Mainprize, K.S., Gould, S.W., and Gilbert, J.M. (2000) Surgical management of polypoid lesions of the gallbladder. British Journal of Surgery, 87(4), 414-417 (Apr).
Moriguchi, H., Tazawa, J., Hayashi, Y., Takenawa, H., Nakayama, E., Marumo, F., and Sato, C. (1996) Natural history of polypoid lesions in the gall bladder. Gut, 39(96), 860-862 (Dec).
Sugiyama, M., Atomi, Y., and Yamato, T. (2000) Endoscopic ultrasonography for differential diagnosis of polypoid gall bladder lesions: analysis in surgical and follow up series. Gut, 46(2), 250-254 (Feb).
Toda, K., Souda, S., Yoshikawa, Y., Momiyama, T., and Ohshima, M. (1995) Significance of laparoscopic excisional biopsy for polypoid lesions of the gallbladder. Surgical and Laparoscopic Endoscopy, 5(4), 267-271 (Aug).
Yang, H.L., Sun, Y.G., and Wang, Z. (1992) Polypoid lesions of the gallbladder: diagnosis and indications for surgery. British Journal of Surgery, 79(3), 227-229 (Mar).
I have been diagnosed with gall stones and need my gall bladder removing. Why can't they be zapped? Also my haemoglobin level is always between 10 and 10.5. As I am not vegetarian what might cause this?
29th June 2000
There is indeed a technique for pulverising gallstones. It is called extracorporeal shock wave lithotripsy (ESWL), and was introduced in the mid-1980s. However, this form of treatment is not effective for everyone with gallstones. There has to be careful selection of patients - usually only those with a single radiolucent stone with a diameter of 2 cm or less and a functioning gallbladder will be chosen. About 1 in 10 people with gallstones meet these criteria. Following shock wave treatment, bile acid dissolution therapy may be required for several months to disperse remnants of the fragmented stone. The technique is not successful in every case, and the risk of recurrence of gallstones is quite high. (For a recent review, see Mulagha and Fromm, 2000).

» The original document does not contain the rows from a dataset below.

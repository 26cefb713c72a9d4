package methodfile

import (
	"fmt"
	"sort"
	"strings"
)

// Run is one scouting injection: its oven program, any carrier settings
// that differ from the method's, and the measured retention times (and
// optionally half-height widths) by compound name, in minutes.
type Run struct {
	Name       string
	HoldupMin  float64
	HasHoldup  bool
	Oven       Oven
	Carrier    rawCarrier // overrides; nil fields keep the method's
	Retention  map[string]float64
	Widths     map[string]float64
	Line       int      // where the run starts in its file
	names      []string // retention keys in name order
	hasCarrier bool
}

// Names are the compounds measured in the run, sorted.
func (r *Run) Names() []string { return r.names }

// Runs is a scouting runs file.
type Runs struct {
	File string
	Runs []Run
	loc  Locations
}

// Line is the line of a key path in the runs file (0 when unknown).
func (r *Runs) Line(path string) int { return r.loc.Line(path) }

type rawRun struct {
	Name      *string            `toml:"name"`
	HoldupMin *float64           `toml:"holdup_min"`
	Oven      *rawOven           `toml:"oven"`
	Carrier   *rawCarrier        `toml:"carrier"`
	Retention map[string]float64 `toml:"retention_min"`
	Width     map[string]float64 `toml:"width_min"`
}

type rawRuns struct {
	Run []rawRun `toml:"run"`
}

// ReadRuns reads and validates a scouting runs file against the method
// (whose column limits the programs).
func ReadRuns(path string, m *Method) (*Runs, error) {
	data, err := readLimited(path)
	if err != nil {
		return nil, err
	}
	return ParseRuns(path, data, m)
}

// ParseRuns decodes a scouting runs file's contents.
func ParseRuns(name string, data []byte, m *Method) (*Runs, error) {
	var raw rawRuns
	loc, err := decodeStrict(name, data, &raw)
	if err != nil {
		return nil, err
	}
	v := &validator{file: name, loc: loc}
	out := &Runs{File: name, loc: loc}
	if len(raw.Run) == 0 {
		v.fail("run", "no [[run]] entries")
	}
	if len(raw.Run) > MaxRuns {
		v.fail(fmt.Sprintf("run[%d]", MaxRuns+1), "more than %d runs", MaxRuns)
		return nil, v.err
	}
	seen := map[string]int{}
	for i, rr := range raw.Run {
		base := fmt.Sprintf("run[%d]", i+1)
		r := Run{Line: loc.Line(base), Retention: map[string]float64{}, Widths: map[string]float64{}}
		r.Name = v.uniqueName(base, rr.Name, seen, i+1, "run")
		if rr.HoldupMin != nil {
			r.HoldupMin = v.num(base+".holdup_min", rr.HoldupMin, false, 0, positive(1000), "min")
			r.HasHoldup = true
		}
		// the run's program, checked with the method file's rules
		sub := &validator{file: name, loc: prefixed(loc, base+".")}
		tmp := &Method{Column: m.Column, Limits: m.Limits}
		if rr.Oven == nil {
			v.fail(base+".oven", "missing [run.oven] table")
		} else {
			sub.oven(&rawMethod{Oven: rr.Oven}, tmp)
			if sub.err != nil && v.err == nil {
				v.err = rebase(sub.err, base+".")
			}
			r.Oven = tmp.Oven
		}
		if rr.Carrier != nil {
			r.Carrier = *rr.Carrier
			r.hasCarrier = true
			csub := &validator{file: name, loc: prefixed(loc, base+".")}
			cm := &Method{}
			csub.carrier(&rawMethod{Carrier: overlayCarrier(carrierRaw(m.Carrier), rr.Carrier)}, cm)
			if csub.err == nil {
				csub.checkCarrier(cm)
			}
			if csub.err != nil && v.err == nil {
				v.err = rebase(csub.err, base+".")
			}
		}
		if len(rr.Retention) == 0 && v.err == nil {
			v.fail(base+".retention_min", "no measured retention times")
		}
		for cname, t := range rr.Retention {
			key := base + ".retention_min." + cname
			x := t
			tv := v.num(key, &x, true, 0, positive(10000), "min")
			if r.HasHoldup && v.err == nil && tv <= r.HoldupMin {
				v.fail(key, "retention time %s min is not after the run's holdup time %s min", fmtNum(tv), fmtNum(r.HoldupMin))
			}
			r.Retention[cname] = tv
			r.names = append(r.names, cname)
		}
		for cname, w := range rr.Width {
			key := base + ".width_min." + cname
			x := w
			r.Widths[cname] = v.num(key, &x, true, 0, positive(100), "min")
			if _, ok := rr.Retention[cname]; !ok && v.err == nil {
				v.fail(key, "a width for %q without its retention time", cname)
			}
		}
		sort.Strings(r.names)
		out.Runs = append(out.Runs, r)
	}
	if v.err != nil {
		return nil, v.err
	}
	return out, nil
}

// RunMethod is the method as it was for run r: its program and carrier.
func (m *Method) RunMethod(r *Run) *Method {
	c := m.Clone()
	c.Oven = r.Oven
	c.Oven.Ramps = append([]Ramp(nil), r.Oven.Ramps...)
	if r.hasCarrier {
		c.Carrier = mergeCarrier(m.Carrier, &r.Carrier)
	}
	return c
}

// mergeCarrier is base with the run's overrides o, checked by the method
// file's carrier rules (ParseRuns has already reported any error).
func mergeCarrier(base Carrier, o *rawCarrier) Carrier {
	v := &validator{loc: Locations{}}
	cm := &Method{}
	v.carrier(&rawMethod{Carrier: overlayCarrier(carrierRaw(base), o)}, cm)
	if v.checkCarrier(cm); v.err != nil {
		return base
	}
	return cm.Carrier
}

// overlayCarrier sets in r every key o gives.
func overlayCarrier(r, o *rawCarrier) *rawCarrier {
	if o.Gas != nil {
		r.Gas = o.Gas
	}
	if o.Mode != nil {
		r.Mode = o.Mode
	}
	if o.FlowMLMin != nil {
		r.FlowMLMin = o.FlowMLMin
	}
	if o.InletKPa != nil {
		r.InletKPa = o.InletKPa
	}
	if o.Outlet != nil {
		r.Outlet = o.Outlet
	}
	if o.AmbientKPa != nil {
		r.AmbientKPa = o.AmbientKPa
	}
	if o.InitialBand != nil {
		r.InitialBand = o.InitialBand
	}
	return r
}

func carrierRaw(c Carrier) *rawCarrier {
	r := &rawCarrier{Gas: ptr(c.Gas.String()), Mode: ptr(c.Mode.String()), Outlet: ptr(c.Outlet), AmbientKPa: ptr(c.AmbientKPa), InitialBand: ptr(c.InitialBand)}
	if c.FlowMLMin > 0 {
		r.FlowMLMin = ptr(c.FlowMLMin)
	}
	if c.InletKPa > 0 {
		r.InletKPa = ptr(c.InletKPa)
	}
	return r
}

// prefixed views the locations of one array element as if it were the root.
func prefixed(l Locations, prefix string) Locations {
	out := Locations{}
	for k, v := range l {
		if strings.HasPrefix(k, prefix) {
			out[strings.TrimPrefix(k, prefix)] = v
		}
	}
	return out
}

func rebase(err error, prefix string) error {
	if fe, ok := err.(*Error); ok {
		c := *fe
		c.Key = prefix + c.Key
		return &c
	}
	return err
}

Gallstones are present in 15-20% of adults in most western societies. About half of those with gallstones do not have symptoms, while symptoms develop over 2 to 5 years in the others. Removal of the gallbladder (cholecystectomy) has been the main treatment for many years, but now there are several other options such as oral dissolution, direct dissolution, invasive endoscopy, and lithotripsy plus oral dissolution agents. Darzi et al (1994) feel that laparoscopic cholecystectomy is the treatment of choice for gallstone disease, because although shock wave therapy is noninvasive and associated with minimal disturbance of normal tissues, it is costly and in the long-term does not have such a high success rate.

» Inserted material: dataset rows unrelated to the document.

package methodfile

import (
	"strings"
	"testing"

	"github.com/rampwise/rampwise/model"
)

// update applies edit to the method of text and returns the saved text,
// failing when the layout was not kept.
func updateWith(t *testing.T, text string, edit func(m *Method)) string {
	t.Helper()
	m, err := Parse("q.toml", []byte(text))
	if err != nil {
		t.Fatal(err)
	}
	edit(m)
	out, kept, err := Update("q.toml", []byte(text), m)
	if err != nil || !kept {
		t.Fatalf("not kept in place (%v):\n%s", err, out)
	}
	return string(out)
}

// A changed string keeps the quotes the file wrote it with.
func TestUpdateKeepsQuoteStyle(t *testing.T) {
	data, _ := readCommented(t)
	text := string(data)
	out := updateWith(t, text, func(m *Method) { m.Carrier.Gas = model.Hydrogen })
	if rem, add := lineDiff(text, out); len(rem) != 1 || len(add) != 1 || add[0] != `gas  = "hydrogen"` {
		t.Errorf("gas line: %q → %q", rem, add)
	}
	// literal stays literal; a value a literal string cannot hold is
	// written as a basic string
	out = updateWith(t, text, func(m *Method) { m.Title = `Citrus "check" mix` })
	if _, add := lineDiff(text, out); len(add) != 1 || add[0] != `title = 'Citrus "check" mix'   # single quotes on purpose` {
		t.Errorf("title line: %q", add)
	}
	out = updateWith(t, text, func(m *Method) { m.Title = "Citrus check mix, Bob's copy" })
	if _, add := lineDiff(text, out); len(add) != 1 || add[0] != `title = "Citrus check mix, Bob's copy"   # single quotes on purpose` {
		t.Errorf("title line: %q", add)
	}
	// a basic string takes what needs escaping, escaped
	out = updateWith(t, text, func(m *Method) { m.Compounds[1].Name = `hexanal "C6"` })
	if _, add := lineDiff(text, out); len(add) != 1 || add[0] != `name = "hexanal \"C6\""          # aldehyde` {
		t.Errorf("name line: %q", add)
	}
}

// Multi-line strings stay multi-line in their own style; an array of
// strings keeps the file's quotes.
func TestUpdateKeepsMultilineAndArrayQuotes(t *testing.T) {
	data, _ := readCommented(t)
	base := strings.Replace(string(data), "[goal]\n", "[goal]\nlock = [\"initial_c\"]\n", 1)
	base = strings.Replace(base, "# single quotes on purpose\n", "# single quotes on purpose\nnotes = \"\"\"\nfirst line\nsecond line\"\"\"\n", 1)
	out := updateWith(t, base, func(m *Method) { m.Notes = "first line\nsecond, changed" })
	if !strings.Contains(out, "notes = \"\"\"\nfirst line\nsecond, changed\"\"\"\n") {
		t.Errorf("notes not kept multi-line:\n%s", out)
	}
	lit := strings.Replace(base, "notes = \"\"\"\nfirst line\nsecond line\"\"\"", "notes = '''\nfirst line\nsecond line'''", 1)
	out = updateWith(t, lit, func(m *Method) { m.Notes = "first line\nsecond, changed" })
	if !strings.Contains(out, "notes = '''\nfirst line\nsecond, changed'''\n") {
		t.Errorf("literal notes not kept:\n%s", out)
	}
	out = updateWith(t, base, func(m *Method) {
		m.Goal.Lock = append(m.Goal.Lock, model.ProgramValue{Kind: model.RampRate, Ramp: 1})
	})
	if !strings.Contains(out, `lock = ["initial_c", "rate_1"]`) {
		t.Errorf("lock array quotes not kept: %q", lineOf(out, "lock ="))
	}
	// CRLF: no raw newline goes into a multi-line string (it would hold \r)
	crlf := strings.ReplaceAll(base, "\n", "\r\n")
	out = updateWith(t, crlf, func(m *Method) { m.Notes = "first line\nsecond, changed" })
	if m, err := Parse("q.toml", []byte(out)); err != nil || m.Notes != "first line\nsecond, changed" {
		t.Errorf("CRLF notes: %v %q", err, lineOf(out, "notes"))
	}
}

func lineOf(s, prefix string) string {
	for _, l := range strings.Split(s, "\n") {
		if strings.HasPrefix(strings.TrimSpace(l), prefix) {
			return l
		}
	}
	return ""
}

// A ramp the file does not have gets no line of another ramp, from
// Validate and ValidateKey alike; after ElementRemoved the later ramps
// keep their own lines.
func TestLinesOfElementsNotInFile(t *testing.T) {
	data, m := readCommented(t)
	m.Oven.Ramps = append(m.Oven.Ramps, Ramp{RateCMin: 500, FinalC: 300})
	for _, err := range []error{m.Validate(), m.ValidateKey("oven.ramp[3].rate_c_min")} {
		e, ok := err.(*Error)
		if !ok || e.Key != "oven.ramp[3].rate_c_min" || e.Line != 0 {
			t.Errorf("added ramp: %v", err)
		}
	}
	_, m = readCommented(t)
	m.Oven.Ramps = m.Oven.Ramps[1:]
	m.ElementRemoved("oven.ramp", 1)
	m.Oven.Ramps[0].RateCMin = 500
	want := 0
	for i, l := range strings.Split(string(data), "\n") {
		if strings.HasPrefix(l, "rate_c_min = 20.0") {
			want = i + 1
		}
	}
	if e, ok := m.ValidateKey("oven.ramp[1].rate_c_min").(*Error); !ok || e.Line != want || want == 0 {
		t.Errorf("after removing ramp 1: %v, want line %d", e, want)
	}
}

// Awkward titles in every quote style, LF and CRLF: always placed in the
// file (never written anew) and read back as set.
func TestUpdateQuotesAwkwardStrings(t *testing.T) {
	data, _ := readCommented(t)
	titles := []string{`plain`, `it's`, `say "hi"`, `back\slash`, "tab\there", "two\nlines", `'''`, `"""`, "\x01ctl", "ünï ✓", `'`, `"`, "ends with '", `ends with "`, "\nlead"}
	styles := []string{`'Citrus check mix (commented copy)'`, `"Citrus check mix (commented copy)"`, `"""Citrus check mix (commented copy)"""`, `'''Citrus check mix (commented copy)'''`, "'''\nCitrus'''", "\"\"\"\nCitrus\"\"\""}
	for _, crlf := range []bool{false, true} {
		for _, st := range styles {
			base := strings.Replace(string(data), `'Citrus check mix (commented copy)'`, st, 1)
			if crlf {
				base = strings.ReplaceAll(base, "\n", "\r\n")
			}
			for _, ti := range titles {
				m, err := Parse("q.toml", []byte(base))
				if err != nil {
					t.Fatalf("%s: %v", st, err)
				}
				m.Title = ti
				out, kept, err := Update("q.toml", []byte(base), m)
				if err != nil || !kept {
					t.Errorf("style %s, title %q, crlf %v: not kept (%v)", st, ti, crlf, err)
					continue
				}
				back, err := Parse("q.toml", out)
				if err != nil || back.Title != ti {
					t.Errorf("style %s, title %q: read back %q (%v)", st, ti, back.Title, err)
				}
			}
		}
	}
}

With regard to your somewhat low haemoglobin level, there are several possible causes. There may be a deficiency in your diet of substances essential for blood formation, for example iron, folic acid, vitamin B12, protein, and pyridoxine, even though you eat meat, or there may be a slight imbalance between the production of new red blood cells and the removal of old ones. You may or may not have any symptoms that could be attributed to your haemoglobin level - if you haven’t done so already it will be worth discussing this with your doctor to see if anything needs to be done.
References
Darzi, A., Geraghty, J.G., Williams, N.N., Sheehan, S.S., Tanner, A.N., and Keane, F.B. (1994) The pros and cons of laparoscopic cholecystectomy and extracorporeal shock wave lithotripsy in the management of gallstone disease. Annals of the Royal College of Surgeons of England, 76(1), 42-46 (Jan).
Mulagha, E., and Fromm, H. (2000) Extracorporeal shock wave lithotripsy of gallstones revisited: current status and future promises. Journal of Gastroenterology and Hepatology, 15(3), 239-243 (Mar).